> Description of the task
In the entries below, which lines run from the one containing "type Rule struct" to the one containing "PairPrior float64"? Copy exactly those lines, ends included, and no others.

> Entries supplied

╔══

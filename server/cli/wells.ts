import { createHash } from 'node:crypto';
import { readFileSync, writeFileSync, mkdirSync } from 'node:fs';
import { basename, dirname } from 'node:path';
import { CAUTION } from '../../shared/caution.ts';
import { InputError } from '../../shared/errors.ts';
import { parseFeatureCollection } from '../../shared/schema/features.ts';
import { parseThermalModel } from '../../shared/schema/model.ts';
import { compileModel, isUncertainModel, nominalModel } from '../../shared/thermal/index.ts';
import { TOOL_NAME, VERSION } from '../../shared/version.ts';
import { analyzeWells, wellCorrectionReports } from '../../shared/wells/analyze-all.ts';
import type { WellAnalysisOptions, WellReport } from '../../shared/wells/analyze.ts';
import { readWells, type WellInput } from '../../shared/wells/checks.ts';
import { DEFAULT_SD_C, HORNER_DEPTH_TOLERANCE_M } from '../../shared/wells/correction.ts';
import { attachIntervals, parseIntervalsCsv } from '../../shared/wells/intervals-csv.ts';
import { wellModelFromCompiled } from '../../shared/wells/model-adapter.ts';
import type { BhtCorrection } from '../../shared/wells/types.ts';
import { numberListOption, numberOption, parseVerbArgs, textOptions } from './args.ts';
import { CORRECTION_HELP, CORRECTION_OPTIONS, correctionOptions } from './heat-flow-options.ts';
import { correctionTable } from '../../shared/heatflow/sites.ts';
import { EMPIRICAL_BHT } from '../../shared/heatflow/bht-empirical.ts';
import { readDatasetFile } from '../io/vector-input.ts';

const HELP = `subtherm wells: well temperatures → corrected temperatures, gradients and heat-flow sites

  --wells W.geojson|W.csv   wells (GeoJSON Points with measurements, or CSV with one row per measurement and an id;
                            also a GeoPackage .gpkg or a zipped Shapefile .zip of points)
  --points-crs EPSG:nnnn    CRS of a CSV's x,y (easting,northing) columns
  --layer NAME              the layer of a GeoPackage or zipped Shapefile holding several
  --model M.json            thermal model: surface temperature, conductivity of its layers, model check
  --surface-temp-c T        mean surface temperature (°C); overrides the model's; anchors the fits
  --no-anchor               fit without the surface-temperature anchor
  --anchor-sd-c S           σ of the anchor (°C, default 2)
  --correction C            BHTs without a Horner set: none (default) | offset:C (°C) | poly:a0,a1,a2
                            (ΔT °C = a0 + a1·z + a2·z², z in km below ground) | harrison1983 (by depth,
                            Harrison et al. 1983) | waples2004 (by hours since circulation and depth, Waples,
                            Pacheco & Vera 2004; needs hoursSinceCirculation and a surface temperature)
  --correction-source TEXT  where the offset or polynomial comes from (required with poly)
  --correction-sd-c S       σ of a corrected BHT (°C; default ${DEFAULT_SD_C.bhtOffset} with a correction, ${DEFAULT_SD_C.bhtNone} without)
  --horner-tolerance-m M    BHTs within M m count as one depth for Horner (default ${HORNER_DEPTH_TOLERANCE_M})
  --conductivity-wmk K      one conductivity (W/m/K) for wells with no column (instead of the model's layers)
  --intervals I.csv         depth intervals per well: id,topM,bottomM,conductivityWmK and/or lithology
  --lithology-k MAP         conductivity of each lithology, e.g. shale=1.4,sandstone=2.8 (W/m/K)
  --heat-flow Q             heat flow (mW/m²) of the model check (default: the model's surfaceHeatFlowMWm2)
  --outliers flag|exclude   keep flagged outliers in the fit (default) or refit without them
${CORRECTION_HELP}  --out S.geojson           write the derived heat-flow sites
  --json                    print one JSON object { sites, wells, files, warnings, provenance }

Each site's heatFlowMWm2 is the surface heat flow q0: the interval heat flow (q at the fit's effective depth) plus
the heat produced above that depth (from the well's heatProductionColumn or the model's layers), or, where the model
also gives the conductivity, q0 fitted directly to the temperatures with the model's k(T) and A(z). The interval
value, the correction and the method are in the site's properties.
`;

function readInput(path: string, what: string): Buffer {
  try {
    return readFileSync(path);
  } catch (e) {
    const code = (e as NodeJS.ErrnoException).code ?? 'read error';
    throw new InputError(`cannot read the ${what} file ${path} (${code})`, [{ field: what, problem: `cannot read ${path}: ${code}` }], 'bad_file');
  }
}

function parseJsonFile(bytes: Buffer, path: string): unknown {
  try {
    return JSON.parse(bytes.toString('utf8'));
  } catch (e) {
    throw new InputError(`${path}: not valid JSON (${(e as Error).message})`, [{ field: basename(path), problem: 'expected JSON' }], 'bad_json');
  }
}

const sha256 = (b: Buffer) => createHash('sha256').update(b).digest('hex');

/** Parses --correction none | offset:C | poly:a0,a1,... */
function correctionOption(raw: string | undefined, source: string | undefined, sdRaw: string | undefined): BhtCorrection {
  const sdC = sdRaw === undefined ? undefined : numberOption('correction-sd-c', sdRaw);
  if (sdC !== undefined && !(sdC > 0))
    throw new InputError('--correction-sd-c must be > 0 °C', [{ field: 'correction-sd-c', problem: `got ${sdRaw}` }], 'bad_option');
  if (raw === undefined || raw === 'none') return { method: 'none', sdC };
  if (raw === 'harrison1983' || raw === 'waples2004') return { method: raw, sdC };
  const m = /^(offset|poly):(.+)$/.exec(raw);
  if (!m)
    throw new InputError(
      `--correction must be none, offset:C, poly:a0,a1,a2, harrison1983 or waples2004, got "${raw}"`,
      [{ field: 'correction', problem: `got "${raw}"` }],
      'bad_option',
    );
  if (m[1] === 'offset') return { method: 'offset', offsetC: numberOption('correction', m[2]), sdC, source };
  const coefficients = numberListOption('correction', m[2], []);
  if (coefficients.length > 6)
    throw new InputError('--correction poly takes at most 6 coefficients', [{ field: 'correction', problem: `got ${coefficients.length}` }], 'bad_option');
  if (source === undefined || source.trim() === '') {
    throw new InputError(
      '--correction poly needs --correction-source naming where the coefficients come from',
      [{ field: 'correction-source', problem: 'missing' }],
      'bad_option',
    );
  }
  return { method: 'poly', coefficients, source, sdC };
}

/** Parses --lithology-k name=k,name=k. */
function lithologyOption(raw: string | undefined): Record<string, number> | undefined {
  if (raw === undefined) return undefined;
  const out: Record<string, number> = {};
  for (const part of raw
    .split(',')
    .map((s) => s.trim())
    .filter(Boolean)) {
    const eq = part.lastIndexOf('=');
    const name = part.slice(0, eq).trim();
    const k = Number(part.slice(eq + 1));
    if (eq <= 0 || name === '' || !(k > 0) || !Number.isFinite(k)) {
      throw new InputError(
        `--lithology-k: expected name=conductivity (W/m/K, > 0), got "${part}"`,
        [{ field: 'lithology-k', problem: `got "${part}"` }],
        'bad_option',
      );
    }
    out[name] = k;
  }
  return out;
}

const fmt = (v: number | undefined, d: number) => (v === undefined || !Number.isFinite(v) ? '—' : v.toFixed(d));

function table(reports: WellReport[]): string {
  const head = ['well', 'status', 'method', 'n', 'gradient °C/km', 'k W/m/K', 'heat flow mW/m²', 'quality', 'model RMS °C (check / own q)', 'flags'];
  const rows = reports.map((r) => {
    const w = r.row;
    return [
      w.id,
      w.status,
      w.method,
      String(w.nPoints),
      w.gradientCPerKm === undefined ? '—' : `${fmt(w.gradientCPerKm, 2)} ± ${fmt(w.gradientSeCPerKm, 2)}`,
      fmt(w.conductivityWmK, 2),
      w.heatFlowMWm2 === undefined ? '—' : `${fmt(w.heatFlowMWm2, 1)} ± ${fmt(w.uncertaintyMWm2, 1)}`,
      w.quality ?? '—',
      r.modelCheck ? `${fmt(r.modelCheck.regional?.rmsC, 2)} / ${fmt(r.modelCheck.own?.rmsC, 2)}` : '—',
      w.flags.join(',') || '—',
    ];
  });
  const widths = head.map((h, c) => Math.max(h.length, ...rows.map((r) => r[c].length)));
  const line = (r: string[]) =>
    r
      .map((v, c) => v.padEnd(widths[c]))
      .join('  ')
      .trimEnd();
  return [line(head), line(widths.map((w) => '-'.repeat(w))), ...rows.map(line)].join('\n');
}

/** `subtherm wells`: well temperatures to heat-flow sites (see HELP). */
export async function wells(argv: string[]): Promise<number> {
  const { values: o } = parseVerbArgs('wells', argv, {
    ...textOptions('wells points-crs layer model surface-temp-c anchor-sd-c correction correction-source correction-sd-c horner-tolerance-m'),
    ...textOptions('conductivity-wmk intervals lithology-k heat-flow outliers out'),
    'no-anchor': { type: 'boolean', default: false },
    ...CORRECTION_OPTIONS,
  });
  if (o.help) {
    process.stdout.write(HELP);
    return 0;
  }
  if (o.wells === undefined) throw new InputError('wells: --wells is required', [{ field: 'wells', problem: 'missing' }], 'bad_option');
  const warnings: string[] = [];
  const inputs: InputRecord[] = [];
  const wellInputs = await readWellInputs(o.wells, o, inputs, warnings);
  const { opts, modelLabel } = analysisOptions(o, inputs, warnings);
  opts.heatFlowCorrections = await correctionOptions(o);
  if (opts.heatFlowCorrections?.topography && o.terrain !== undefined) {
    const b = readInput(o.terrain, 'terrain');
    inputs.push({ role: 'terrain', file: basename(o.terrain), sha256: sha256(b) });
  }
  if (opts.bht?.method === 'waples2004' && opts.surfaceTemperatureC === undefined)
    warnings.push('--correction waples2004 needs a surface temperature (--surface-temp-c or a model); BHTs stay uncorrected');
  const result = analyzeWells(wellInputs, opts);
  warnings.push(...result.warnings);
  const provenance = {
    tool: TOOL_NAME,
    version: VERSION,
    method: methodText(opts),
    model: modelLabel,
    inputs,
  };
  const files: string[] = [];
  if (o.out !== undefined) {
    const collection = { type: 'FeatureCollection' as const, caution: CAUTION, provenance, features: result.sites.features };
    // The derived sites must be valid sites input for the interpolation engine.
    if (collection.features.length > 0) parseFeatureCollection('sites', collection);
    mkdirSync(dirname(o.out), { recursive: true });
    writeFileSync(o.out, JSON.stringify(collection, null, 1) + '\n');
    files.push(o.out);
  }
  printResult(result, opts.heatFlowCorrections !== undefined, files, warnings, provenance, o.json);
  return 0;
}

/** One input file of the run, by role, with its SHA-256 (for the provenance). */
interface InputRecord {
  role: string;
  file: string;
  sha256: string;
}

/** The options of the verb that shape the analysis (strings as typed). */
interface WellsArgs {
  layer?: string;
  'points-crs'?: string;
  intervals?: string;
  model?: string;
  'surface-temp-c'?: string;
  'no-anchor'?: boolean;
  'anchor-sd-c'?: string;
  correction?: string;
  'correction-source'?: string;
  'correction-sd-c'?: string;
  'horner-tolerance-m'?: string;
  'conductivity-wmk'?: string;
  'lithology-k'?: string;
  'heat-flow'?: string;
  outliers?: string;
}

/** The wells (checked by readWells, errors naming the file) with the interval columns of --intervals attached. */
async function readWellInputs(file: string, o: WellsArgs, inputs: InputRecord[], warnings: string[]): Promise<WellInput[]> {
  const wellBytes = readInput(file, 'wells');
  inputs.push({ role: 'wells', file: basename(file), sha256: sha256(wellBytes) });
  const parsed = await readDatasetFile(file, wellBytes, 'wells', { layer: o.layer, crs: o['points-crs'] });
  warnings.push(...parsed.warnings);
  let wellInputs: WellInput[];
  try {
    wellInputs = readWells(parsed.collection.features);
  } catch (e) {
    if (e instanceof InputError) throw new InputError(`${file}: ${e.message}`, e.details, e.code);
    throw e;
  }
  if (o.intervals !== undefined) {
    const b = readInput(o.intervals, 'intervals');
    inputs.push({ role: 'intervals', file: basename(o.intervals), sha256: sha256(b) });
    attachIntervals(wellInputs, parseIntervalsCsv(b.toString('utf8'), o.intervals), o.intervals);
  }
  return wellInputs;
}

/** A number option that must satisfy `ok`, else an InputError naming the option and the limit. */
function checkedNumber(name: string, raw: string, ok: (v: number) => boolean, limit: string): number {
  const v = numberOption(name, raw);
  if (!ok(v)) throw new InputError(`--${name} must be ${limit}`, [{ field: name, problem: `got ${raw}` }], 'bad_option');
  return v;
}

╚══
╔══

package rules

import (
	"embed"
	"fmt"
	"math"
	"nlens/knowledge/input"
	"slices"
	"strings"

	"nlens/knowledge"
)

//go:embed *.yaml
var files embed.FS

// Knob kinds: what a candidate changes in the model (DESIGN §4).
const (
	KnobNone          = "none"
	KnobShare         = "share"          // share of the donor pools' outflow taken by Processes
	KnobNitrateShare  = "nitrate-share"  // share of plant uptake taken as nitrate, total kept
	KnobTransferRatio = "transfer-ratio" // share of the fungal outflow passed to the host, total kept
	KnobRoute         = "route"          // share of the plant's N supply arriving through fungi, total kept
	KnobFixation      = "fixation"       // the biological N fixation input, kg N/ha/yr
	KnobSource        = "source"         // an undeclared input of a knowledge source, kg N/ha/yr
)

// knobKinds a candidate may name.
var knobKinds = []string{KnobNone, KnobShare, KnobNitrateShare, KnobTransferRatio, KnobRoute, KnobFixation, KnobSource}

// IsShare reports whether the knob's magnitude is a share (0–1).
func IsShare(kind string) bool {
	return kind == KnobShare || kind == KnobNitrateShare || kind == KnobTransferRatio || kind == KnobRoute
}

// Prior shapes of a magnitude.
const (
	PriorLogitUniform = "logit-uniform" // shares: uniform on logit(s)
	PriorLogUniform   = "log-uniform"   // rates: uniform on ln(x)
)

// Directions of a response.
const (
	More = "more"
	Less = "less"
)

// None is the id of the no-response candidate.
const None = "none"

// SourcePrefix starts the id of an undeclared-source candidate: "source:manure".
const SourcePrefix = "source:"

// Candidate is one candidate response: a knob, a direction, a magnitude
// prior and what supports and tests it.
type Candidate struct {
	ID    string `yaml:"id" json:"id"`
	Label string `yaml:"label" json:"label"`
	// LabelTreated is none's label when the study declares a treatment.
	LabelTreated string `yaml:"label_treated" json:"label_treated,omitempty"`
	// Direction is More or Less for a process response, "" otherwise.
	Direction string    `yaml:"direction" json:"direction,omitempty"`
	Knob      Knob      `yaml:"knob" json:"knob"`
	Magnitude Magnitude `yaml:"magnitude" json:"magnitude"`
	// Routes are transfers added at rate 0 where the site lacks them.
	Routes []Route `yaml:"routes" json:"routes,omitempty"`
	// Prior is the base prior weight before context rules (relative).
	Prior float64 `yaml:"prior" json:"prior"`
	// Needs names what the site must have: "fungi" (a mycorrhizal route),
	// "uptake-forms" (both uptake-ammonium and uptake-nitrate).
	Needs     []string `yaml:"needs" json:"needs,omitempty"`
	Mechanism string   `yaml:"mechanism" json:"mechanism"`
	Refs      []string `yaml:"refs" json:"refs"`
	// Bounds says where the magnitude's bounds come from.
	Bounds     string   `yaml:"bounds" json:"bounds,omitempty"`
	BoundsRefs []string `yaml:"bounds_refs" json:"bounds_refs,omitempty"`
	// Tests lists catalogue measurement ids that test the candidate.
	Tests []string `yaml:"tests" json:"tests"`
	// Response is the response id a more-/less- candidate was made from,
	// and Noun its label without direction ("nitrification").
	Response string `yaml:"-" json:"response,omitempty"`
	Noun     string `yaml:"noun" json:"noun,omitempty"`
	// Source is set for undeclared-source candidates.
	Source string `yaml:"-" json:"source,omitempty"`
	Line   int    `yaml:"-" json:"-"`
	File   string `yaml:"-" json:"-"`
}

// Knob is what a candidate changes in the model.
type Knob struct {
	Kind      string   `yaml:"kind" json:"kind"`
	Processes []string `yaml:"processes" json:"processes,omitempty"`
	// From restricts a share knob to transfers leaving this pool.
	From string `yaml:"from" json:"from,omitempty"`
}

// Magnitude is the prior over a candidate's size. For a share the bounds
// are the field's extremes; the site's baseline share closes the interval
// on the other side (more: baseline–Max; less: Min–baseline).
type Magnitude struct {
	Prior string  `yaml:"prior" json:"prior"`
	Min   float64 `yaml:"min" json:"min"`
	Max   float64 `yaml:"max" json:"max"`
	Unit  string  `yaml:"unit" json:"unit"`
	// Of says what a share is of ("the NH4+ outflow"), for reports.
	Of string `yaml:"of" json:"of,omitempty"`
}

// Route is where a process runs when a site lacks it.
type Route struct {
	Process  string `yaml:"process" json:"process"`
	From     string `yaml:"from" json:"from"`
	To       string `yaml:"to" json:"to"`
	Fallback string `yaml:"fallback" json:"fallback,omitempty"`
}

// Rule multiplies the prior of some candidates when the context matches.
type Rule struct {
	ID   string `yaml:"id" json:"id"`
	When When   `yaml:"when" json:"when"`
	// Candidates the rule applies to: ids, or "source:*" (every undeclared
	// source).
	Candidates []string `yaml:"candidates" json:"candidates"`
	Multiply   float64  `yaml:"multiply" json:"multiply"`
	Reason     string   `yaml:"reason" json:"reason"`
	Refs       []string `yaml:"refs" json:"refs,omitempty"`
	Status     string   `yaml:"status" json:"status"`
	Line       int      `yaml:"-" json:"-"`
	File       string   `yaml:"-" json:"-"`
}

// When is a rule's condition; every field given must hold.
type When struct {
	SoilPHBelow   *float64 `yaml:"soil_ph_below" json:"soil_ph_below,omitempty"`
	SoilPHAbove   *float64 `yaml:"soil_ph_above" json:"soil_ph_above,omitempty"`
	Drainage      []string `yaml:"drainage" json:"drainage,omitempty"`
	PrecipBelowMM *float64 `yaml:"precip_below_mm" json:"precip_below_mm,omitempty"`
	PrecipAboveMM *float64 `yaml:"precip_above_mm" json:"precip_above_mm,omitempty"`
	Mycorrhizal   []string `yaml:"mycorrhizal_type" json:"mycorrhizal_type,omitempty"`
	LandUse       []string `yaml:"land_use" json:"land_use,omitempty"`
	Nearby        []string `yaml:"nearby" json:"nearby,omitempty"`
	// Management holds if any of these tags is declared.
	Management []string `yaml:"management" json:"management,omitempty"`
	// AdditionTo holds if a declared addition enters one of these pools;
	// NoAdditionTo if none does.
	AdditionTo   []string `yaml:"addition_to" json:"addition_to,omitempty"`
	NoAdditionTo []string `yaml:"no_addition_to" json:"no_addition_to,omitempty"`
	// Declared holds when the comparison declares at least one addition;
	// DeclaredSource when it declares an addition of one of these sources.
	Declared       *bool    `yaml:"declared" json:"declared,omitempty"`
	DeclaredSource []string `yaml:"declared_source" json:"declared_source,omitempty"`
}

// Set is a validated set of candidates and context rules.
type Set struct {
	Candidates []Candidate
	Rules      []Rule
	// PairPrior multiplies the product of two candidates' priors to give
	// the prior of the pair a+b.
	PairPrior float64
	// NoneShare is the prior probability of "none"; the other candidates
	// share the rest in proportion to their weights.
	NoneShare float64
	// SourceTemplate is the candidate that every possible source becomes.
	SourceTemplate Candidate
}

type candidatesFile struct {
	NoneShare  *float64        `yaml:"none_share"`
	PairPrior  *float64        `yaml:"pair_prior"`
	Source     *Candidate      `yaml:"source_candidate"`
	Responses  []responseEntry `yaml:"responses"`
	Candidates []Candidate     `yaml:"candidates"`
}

╚══

> Response to this task
type Rule struct {
	ID   string `yaml:"id" json:"id"`
	When When   `yaml:"when" json:"when"`
	// Candidates the rule applies to: ids, or "source:*" (every undeclared
	// source).
	Candidates []string `yaml:"candidates" json:"candidates"`
	Multiply   float64  `yaml:"multiply" json:"multiply"`
	Reason     string   `yaml:"reason" json:"reason"`
	Refs       []string `yaml:"refs" json:"refs,omitempty"`
	Status     string   `yaml:"status" json:"status"`
	Line       int      `yaml:"-" json:"-"`
	File       string   `yaml:"-" json:"-"`
}

// When is a rule's condition; every field given must hold.
type When struct {
	SoilPHBelow   *float64 `yaml:"soil_ph_below" json:"soil_ph_below,omitempty"`
	SoilPHAbove   *float64 `yaml:"soil_ph_above" json:"soil_ph_above,omitempty"`
	Drainage      []string `yaml:"drainage" json:"drainage,omitempty"`
	PrecipBelowMM *float64 `yaml:"precip_below_mm" json:"precip_below_mm,omitempty"`
	PrecipAboveMM *float64 `yaml:"precip_above_mm" json:"precip_above_mm,omitempty"`
	Mycorrhizal   []string `yaml:"mycorrhizal_type" json:"mycorrhizal_type,omitempty"`
	LandUse       []string `yaml:"land_use" json:"land_use,omitempty"`
	Nearby        []string `yaml:"nearby" json:"nearby,omitempty"`
	// Management holds if any of these tags is declared.
	Management []string `yaml:"management" json:"management,omitempty"`
	// AdditionTo holds if a declared addition enters one of these pools;
	// NoAdditionTo if none does.
	AdditionTo   []string `yaml:"addition_to" json:"addition_to,omitempty"`
	NoAdditionTo []string `yaml:"no_addition_to" json:"no_addition_to,omitempty"`
	// Declared holds when the comparison declares at least one addition;
	// DeclaredSource when it declares an addition of one of these sources.
	Declared       *bool    `yaml:"declared" json:"declared,omitempty"`
	DeclaredSource []string `yaml:"declared_source" json:"declared_source,omitempty"`
}

// Set is a validated set of candidates and context rules.
type Set struct {
	Candidates []Candidate
	Rules      []Rule
	// PairPrior multiplies the product of two candidates' priors to give
	// the prior of the pair a+b.
	PairPrior float64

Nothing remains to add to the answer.